There are many stories about Sir George, including his invention of a strange culinary concoction he called the Sitwell Egg: with a yolk of smoked meat, a white of compressed rice, and a shell of synthetic lime. He took it to Sir Gordon Selfridge to market, but nothing came of this - all went very quiet and the subject was dropped.

Sir George was not an easy man to live with.

He said firmly that I must ask anyone entering the house never to contradict me or differ from me in any way, as it interferes with the functioning of my gastric juices and prevents my sleeping at night.?

But his legacy, for which we should all be grateful, is the classical Italianate garden at Renishaw Hall - one of the most beautiful of its kind in the country. His 1909 book On the Making of Gardens remains much consulted, although at present it is out of print.

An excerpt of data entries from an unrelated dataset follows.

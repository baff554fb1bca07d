import { rowOf, type Scale } from './scale.ts'
import type { Stack } from './stacks.ts'

/** One cell of a stave, before it is painted. `eighths` are filled from the bottom. */
export type Cell =
  | { kind: 'empty' }
  /** one food from bottom to top; `letter` where the food's letter stands */
  | { kind: 'whole'; food: number; letter: boolean }
  /** the top of the stave */
  | { kind: 'top'; food: number; eighths: number }
  /** the border of two foods */
  | { kind: 'border'; food: number; above: number; eighths: number }
  /** the stave goes on above the chart */
  | { kind: 'beyond'; food: number }

interface Piece {
  food: number
  from: number
  to: number
}

/**
 * The cells of one stave, from the bottom up. Tops are exact to an eighth of a row; with `borders` those between two
 * foods are too (they need two colours in a cell), else a cell belongs to the food that fills most of it.
 */
export function cellsOf(stack: Stack, scale: Scale, borders: boolean): Cell[] {
  const pieces = piecesOf(stack)
  const top = rowOf(stack.total, scale)
  const cells = Array.from({ length: scale.height }, (_, row): Cell => {
    if (row > top || stack.total <= 0) return { kind: 'empty' }
    const low = row * scale.rowValue
    const high = low + scale.rowValue
    const inside = pieces
      .map(({ food, from, to }) => ({ food, from: Math.max(from, low), to: Math.min(to, high) }))
      .filter(({ from, to }) => to - from > 1e-9)
    const most = inside.reduce((a, b) => (b.to - b.from > a.to - a.from ? b : a), inside[0]!)
    if (row === scale.height - 1 && stack.total > high + 1e-9) return { kind: 'beyond', food: most.food }
    const filled = Math.round((8 * (Math.min(stack.total, high) - low)) / scale.rowValue)
    if (filled < 8) {
      // The least sliver is drawn at the foot, so that a stave of next to nothing is still seen to stand there.
      const eighths = row === 0 ? Math.max(1, filled) : filled
      return eighths === 0 ? { kind: 'empty' } : { kind: 'top', food: most.food, eighths }
    }
    return (borders ? borderIn(inside, most, low, scale) : null) ?? whole(most.food)
  })
  letterEach(cells)
  return cells
}

const whole = (food: number): Cell => ({ kind: 'whole', food, letter: false })

/** Where each food's part of a stave begins and ends, % of the pattern. */
function piecesOf({ parts }: Stack): Piece[] {
  let bottom = 0
  return parts.map((part, food) => {
    const piece = { food, from: bottom, to: bottom + part }
    bottom += part
    return piece
  })
}

/** The border that a full cell shows: the one between the food that fills most of it and its greater neighbour. */
function borderIn(inside: readonly Piece[], most: Piece, low: number, { rowValue }: Scale): Cell | null {
  const at = inside.indexOf(most)
  const size = (piece: Piece | undefined) => (piece === undefined ? 0 : piece.to - piece.from)
  const [below, above] =
    size(inside[at - 1]) > size(inside[at + 1]) ? [inside[at - 1]!, most] : [most, inside[at + 1]]
  if (above === undefined) return null
  const eighths = Math.round((8 * (below.to - low)) / rowValue)
  if (eighths <= 0) return whole(above.food)
  if (eighths >= 8) return whole(below.food)
  return { kind: 'border', food: below.food, above: above.food, eighths }
}

/** Puts each food's letter into the middle one of its whole cells. */
function letterEach(cells: Cell[]): void {
  const rowsOf = new Map<number, number[]>()
  cells.forEach((cell, row) => {
    if (cell.kind === 'whole') rowsOf.set(cell.food, [...(rowsOf.get(cell.food) ?? []), row])
  })
  for (const [food, rows] of rowsOf) {
    cells[rows[Math.floor((rows.length - 1) / 2)]!] = { kind: 'whole', food, letter: true }
  }
}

Scholarly and creative, he based it on his visits to gardens in Italy and also on his work redesigning the gardens at Renishaw on a formal plan, using the principles of classical Italian garden design.

He wrote prolifically: his first book was printed on a private press in 1889: The Barons of Pulford in the Eleventh and Twelfth Centuries and their Descendants.

There were several more, meticulously researched (he filled seven sitting rooms at Renishaw with his papers). He travelled a great deal in Italy, and ended his life in 1943 at Castello di Montegufoni, the vast castle he bought in Tuscany in 1909.

An acquaintance of Sir George had told him that he would "give him a ring on Thursday." Sir George waited, and then complained bitterly to his son Osbert about people's lack of consideration: "Such a pity to promise people things and then forget about them. It is not considerate - really inexcusable."

He had been expecting to receive a piece of jewellery.

In the twentieth century the Sitwell family became famous through the writings of Edith, Osbert and Sacheverell, the three gifted children of the eccentric Sir George and Lady Ida Sitwell. They have fallen somewhat out of fashion today but there is no doubting their significant - and often controversial - contribution to the English literary and artistic world. The youngest, known as Sachie, was the only one of his generation to marry, and Renishaw now belongs to his elder son, Sir Reresby Sitwell, seventh baronet.